Shes Got Heart said:


> You can not be freaking serious..... HSUS is run by a man. Wayne Pacelle... it's a fact. :flush:


I hate to say this... He does have a point... if you're calling him out in a quotation on a sexist remark with your reply insinuating the ignorance of a man is no different.... :flush::flush::flush:

With that being said, i need to walk away before i get in anymore trouble


----------



## MISSAPBT (May 10, 2009)

Theres no denying that you hate women, now your just trying to brainwash women into thinking they are in the wrong, but you are a true chauvanist.

Most of the women on this forum are better than you. get off your high horse.


----------



## SARGEnNIKITA (Jan 3, 2010)

Oh wow I did not see this... Padlock I tried to defend you in another thread thinking you may have been saying that women think on a sensitive side and men dont.. which would be somewhat true for most... 

But thinking sensitively and logically are two different things... Even though women tend to think with a more sensitive point of view... Women are also more likely to carry a higher knowledge of many things... This is because women can think with a larger rational portion of their brain... There have been many studies done on this... Also women tend to be this way because their brains start to mature at a much younger age than men giving them to ability to start critical thinking and retaining informaiton long before a man...

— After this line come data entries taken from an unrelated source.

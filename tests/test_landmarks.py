"""Nystroem landmarks: exactness at m = N, monotone error, agreement with scikit-learn."""

from __future__ import annotations

import numpy as np
import pytest
from sklearn.datasets import make_blobs, make_moons
from sklearn.kernel_approximation import Nystroem
from sklearn.metrics.pairwise import rbf_kernel
from sklearn.svm import SVC

from hilbertune.circuits import initial_params
from hilbertune.encodings import build_encoding
from hilbertune.errors import InvalidInputError, NotFittedError
from hilbertune.kernels import FrozenKernel
from hilbertune.landmarks import (NystroemSVM, fit_nystroem, nystroem_features, nystroem_gram,
                                  select_landmarks)


def rbf(gamma):
    # reference kernel: sklearn.metrics.pairwise.rbf_kernel, exp(-gamma ||a - b||^2)
    return lambda A, B: rbf_kernel(A, B, gamma=gamma)


@pytest.fixture(scope="module")
def quantum_kernel():
    """A small entangling (layered, ring of CZ) fidelity kernel on 3 qubits, 2 features."""
    blueprint = build_encoding("layered", 2, n_qubits=3, layers=2)
    return FrozenKernel(blueprint, initial_params(blueprint, bandwidth=1.0))


class LookupKernel:
    """A kernel on a finite point set, read from a precomputed Gram (rows matched exactly).

    Lets several tests reuse one simulated quantum Gram instead of simulating (and
    compiling) each block shape anew.
    """

    def __init__(self, X, gram):
        self.index = {row.tobytes(): i for i, row in enumerate(np.asarray(X, np.float64))}
        self.gram = np.asarray(gram, np.float64)

    def __call__(self, A, B):
        rows = [self.index[r.tobytes()] for r in np.asarray(A, np.float64)]
        cols = [self.index[r.tobytes()] for r in np.asarray(B, np.float64)]
        return self.gram[np.ix_(rows, cols)]


@pytest.fixture(scope="module")
def moons_quantum():
    """(X, y, lookup kernel) for 150 moons points under the quantum kernel, simulated once."""
    blueprint = build_encoding("layered", 2, n_qubits=3, layers=2)
    kernel = FrozenKernel(blueprint, initial_params(blueprint, bandwidth=1.0))
    X, y = make_moons(150, noise=0.15, random_state=0)
    return X, y, LookupKernel(X, kernel(X))


def relative_error(K, features):
    return np.linalg.norm(K - nystroem_gram(features)) / np.linalg.norm(K)


def test_all_rows_as_landmarks_give_the_exact_rbf_gram(rng):
    # With every training row a landmark, K_nm K_mm^+ K_mn = K K^+ K = K (pseudo-inverse
    # identity, Penrose 1955); Williams & Seeger (2001) Sec. 2.
    X = rng.normal(size=(35, 3))
    kernel = rbf(0.4)
    nmap = fit_nystroem(kernel, X, landmark_indices=np.arange(35))
    K = kernel(X, X)
    assert relative_error(K, nystroem_features(kernel, X, nmap)) < 1e-6
    # and between new rows and training rows too (the map generalizes, not just memorizes)
    X_new = rng.normal(size=(7, 3))
    approx = nystroem_gram(nystroem_features(kernel, X_new, nmap),
                           nystroem_features(kernel, X, nmap))
    np.testing.assert_allclose(approx, kernel(X_new, X), atol=1e-6)


def test_all_rows_as_landmarks_give_the_exact_quantum_gram(rng, quantum_kernel):
    # Same identity on a simulated fidelity kernel (rank < N: 3-qubit states span at most
    # 2**6 = 64 real dimensions of density matrices, so the pseudo-inverse matters here).
    X = rng.uniform(-2, 2, size=(80, 2))
    K = quantum_kernel(X)
    nmap = fit_nystroem(quantum_kernel, X, landmark_indices=np.arange(80))
    assert nmap.projection.shape[1] < 80  # rank-deficient: tiny eigenvalues were clipped
    assert relative_error(K, nystroem_features(quantum_kernel, X, nmap)) < 1e-5


@pytest.mark.parametrize("kernel_name", ["rbf", "quantum"])
def test_error_never_grows_for_nested_landmark_sets(rng, moons_quantum, kernel_name):
    # For nested landmark sets S1 in S2 the residual K - K_nys(S) is a Schur complement that
    # shrinks in the Loewner order, so its Frobenius norm cannot grow (from memory: Drineas
    # & Mahoney, JMLR 2005, Sec. 4; the Schur-complement view of the Nystroem residual).
    X = moons_quantum[0][:48]
    kernel = rbf(0.5) if kernel_name == "rbf" else moons_quantum[2]
    K = kernel(X, X)
    order = rng.permutation(48)
    errors = []
    for m in (1, 2, 4, 8, 16, 32, 48):
        nmap = fit_nystroem(kernel, X, landmark_indices=order[:m])
        errors.append(relative_error(K, nystroem_features(kernel, X, nmap)))
    assert all(b <= a + 1e-6 for a, b in zip(errors, errors[1:])), errors
    assert errors[0] > 0.3 and errors[-1] < 1e-5, errors  # from coarse to exact


def test_error_falls_on_average_with_random_landmark_sets(rng):
    # Not nested: mean over seeds of ||K - K_nys||_F drops as m grows (Drineas & Mahoney 2005,
    # Theorem 3: the expected error bound decreases with the number of sampled columns).
    X = rng.normal(size=(60, 4))
    kernel = rbf(0.2)
    K = kernel(X, X)
    means = []
    for m in (3, 10, 30):
        means.append(np.mean([relative_error(K, nystroem_features(
            kernel, X, fit_nystroem(kernel, X, m, seed=s))) for s in range(6)]))
    assert means[0] > means[1] > means[2]


def test_agrees_with_scikit_learn_nystroem_for_the_same_landmarks(rng):
    # Reference: sklearn.kernel_approximation.Nystroem (kernel="rbf"). Its features are
    # K_nm K_mm^{-1/2} (a rotation of ours), so compare the approximate Grams Phi Phi^T.
    X = rng.normal(size=(70, 5))
    X_test = rng.normal(size=(20, 5))
    reference = Nystroem(kernel="rbf", gamma=0.15, n_components=25, random_state=0).fit(X)
    ours = fit_nystroem(rbf(0.15), X, landmark_indices=reference.component_indices_)
    ref_train, ref_test = reference.transform(X), reference.transform(X_test)
    our_train = nystroem_features(rbf(0.15), X, ours)
    our_test = nystroem_features(rbf(0.15), X_test, ours)
    np.testing.assert_allclose(nystroem_gram(our_train), ref_train @ ref_train.T, atol=1e-8)
    np.testing.assert_allclose(nystroem_gram(our_test, our_train), ref_test @ ref_train.T,
                               atol=1e-8)


def test_blocked_features_equal_unblocked(rng):
    X = rng.normal(size=(23, 2))
    kernel = rbf(0.7)
    nmap = fit_nystroem(kernel, X, 9, seed=4)
    np.testing.assert_allclose(nystroem_features(kernel, X, nmap, block_rows=5),
                               nystroem_features(kernel, X, nmap), atol=1e-12)


def test_landmark_selection_is_reproducible_and_distinct(rng):
    X = rng.normal(size=(50, 3))
    for method in ("uniform", "kmeans++"):
        a = select_landmarks(X, 12, method=method, seed=3)
        assert len(np.unique(a)) == 12 and a.min() >= 0 and a.max() < 50
        np.testing.assert_array_equal(a, select_landmarks(X, 12, method=method, seed=3))
    # the k-means++ seeding is scikit-learn's (sklearn.cluster.kmeans_plusplus)
    from sklearn.cluster import kmeans_plusplus
    _, expected = kmeans_plusplus(X, n_clusters=12, random_state=3)
    np.testing.assert_array_equal(select_landmarks(X, 12, method="kmeans++", seed=3),
                                  np.sort(expected))


def test_kmeans_plus_plus_landmarks_cover_clusters_better_than_uniform():
    # Six tight, well separated clusters and six landmarks: k-means++ seeding (Arthur &
    # Vassilvitskii 2007) puts one landmark in each cluster, while uniform sampling misses
    # some, leaving their whole kernel block unexplained; clustering-based landmarks lower
    # the Nystroem error (Zhang, Tsang & Kwok, ICML 2008, "Improved Nystroem low-rank
    # approximation").
    X, _ = make_blobs(n_samples=[20] * 6, n_features=2, cluster_std=0.1,
                      center_box=(-10, 10), random_state=1)
    kernel = rbf(1.0)
    K = kernel(X, X)

    def mean_error(method):
        return np.mean([relative_error(K, nystroem_features(
            kernel, X, fit_nystroem(kernel, X, 6, method=method, seed=s))) for s in range(8)])

    assert mean_error("kmeans++") < 0.1 < 0.3 < mean_error("uniform")


def test_linear_svm_on_all_landmarks_solves_the_kernel_svm():
    # Phi Phi^T = K at m = N, so sklearn.svm.SVC(kernel="linear") on Phi solves the same dual
    # problem as sklearn.svm.SVC(kernel="precomputed") on K: identical decision values once
    # both solvers run to a tight tolerance and no eigenvalue is clipped.
    X, y = make_moons(90, noise=0.2, random_state=0)
    X_train, y_train, X_test = X[:60], y[:60], X[60:]
    kernel = rbf(1.5)
    nmap = fit_nystroem(kernel, X_train, landmark_indices=np.arange(60), rcond=1e-13)
    on_features = SVC(kernel="linear", C=2.0, tol=1e-9).fit(
        nystroem_features(kernel, X_train, nmap), y_train)
    reference = SVC(kernel="precomputed", C=2.0, tol=1e-9).fit(kernel(X_train, X_train),
                                                                y_train)
    np.testing.assert_allclose(
        on_features.decision_function(nystroem_features(kernel, X_test, nmap)),
        reference.decision_function(kernel(X_test, X_train)), atol=1e-6)
    # the estimator (default rcond and solver tolerance) gives the same predictions
    model = NystroemSVM(kernel, n_landmarks=60, solver="svc", C=2.0).fit(X_train, y_train)
    scores = reference.decision_function(kernel(X_test, X_train))
    np.testing.assert_allclose(model.decision_function(X_test), scores, atol=5e-3)
    np.testing.assert_array_equal(model.predict(X_test),
                                  reference.predict(kernel(X_test, X_train)))


def test_nystroem_svm_on_a_quantum_kernel_tracks_the_exact_svm(moons_quantum):
    X, y, kernel = moons_quantum
    X_train, y_train, X_test, y_test = X[:100], y[:100], X[100:], y[100:]
    exact = SVC(kernel="precomputed", C=1.0).fit(kernel(X_train, X_train), y_train)
    exact_acc = exact.score(kernel(X_test, X_train), y_test)
    assert exact_acc > 0.8  # the kernel itself is useful on this data
    for solver in ("svc", "linear_svc"):
        model = NystroemSVM(kernel, n_landmarks=20, solver=solver).fit(X_train, y_train)
        assert model.score(X_test, y_test) >= exact_acc - 0.06
        assert model.transform(X_test).shape == (50, model.nystroem_map_.projection.shape[1])


def test_invalid_inputs_are_refused_with_our_error(rng):
    X = rng.normal(size=(10, 2))
    kernel = rbf(1.0)
    with pytest.raises(InvalidInputError, match="between 1 and the 10"):
        fit_nystroem(kernel, X, 11)
    with pytest.raises(InvalidInputError, match="between 1 and the 10"):
        fit_nystroem(kernel, X, 0)
    with pytest.raises(InvalidInputError, match="landmark method"):
        fit_nystroem(kernel, X, 3, method="kmeans")
    with pytest.raises(InvalidInputError, match=r"\[len\(A\), len\(B\)\]"):
        fit_nystroem(lambda A, B: np.ones((len(A), 1)), X, 3)
    with pytest.raises(InvalidInputError, match="NaN"):
        fit_nystroem(lambda A, B: np.full((len(A), len(B)), np.nan), X, 3)
    with pytest.raises(InvalidInputError, match="no positive eigenvalue"):
        fit_nystroem(lambda A, B: -np.ones((len(A), len(B))), X, 3)
    nmap = fit_nystroem(kernel, X, 3)
    with pytest.raises(InvalidInputError, match="features"):
        nystroem_features(kernel, rng.normal(size=(4, 3)), nmap)
    with pytest.raises(NotFittedError, match="fit"):
        NystroemSVM(kernel).predict(X)
    with pytest.raises(InvalidInputError, match="single class"):
        NystroemSVM(kernel, 3).fit(X, np.zeros(10))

I am not a sexist person or racial for that matter but facts are facts... Bottom line.


----------



## mcmlxxxvii (Jul 29, 2010)

Padlock said:


> in a perfect world those are attainable expectations. sadly, it's not the
> world we live in. bottom line, 90% of orgs are in it solely for monetary gain
> and the victims are the bleeding heart folks who donate there time and or money.
> let me elaborate, predominately women donate to Peta and the HSUS (same org) and other animal rescue establishments due to there emotional based thought process as they "feel" compelled to help...(not to be confused with a logical based thought process. IE: men) no offense meant, it's scientific fact.
> ...


:goodpost:

i agree. it's true from what i have read and seen. there are MANY more women who volunteer their time at animal shelters and the humane society. men would rather do other things with their time. plus, if you think about all the commercials that show the dying dogs with sad eyes asking for your $$$....they're aimed more towards women viewers than men. men will change the channel and not give it a second thought. women will watch and feel like they need to do something. just a play on our natural tendencies. a well done play at that. nothing sexist about his comment.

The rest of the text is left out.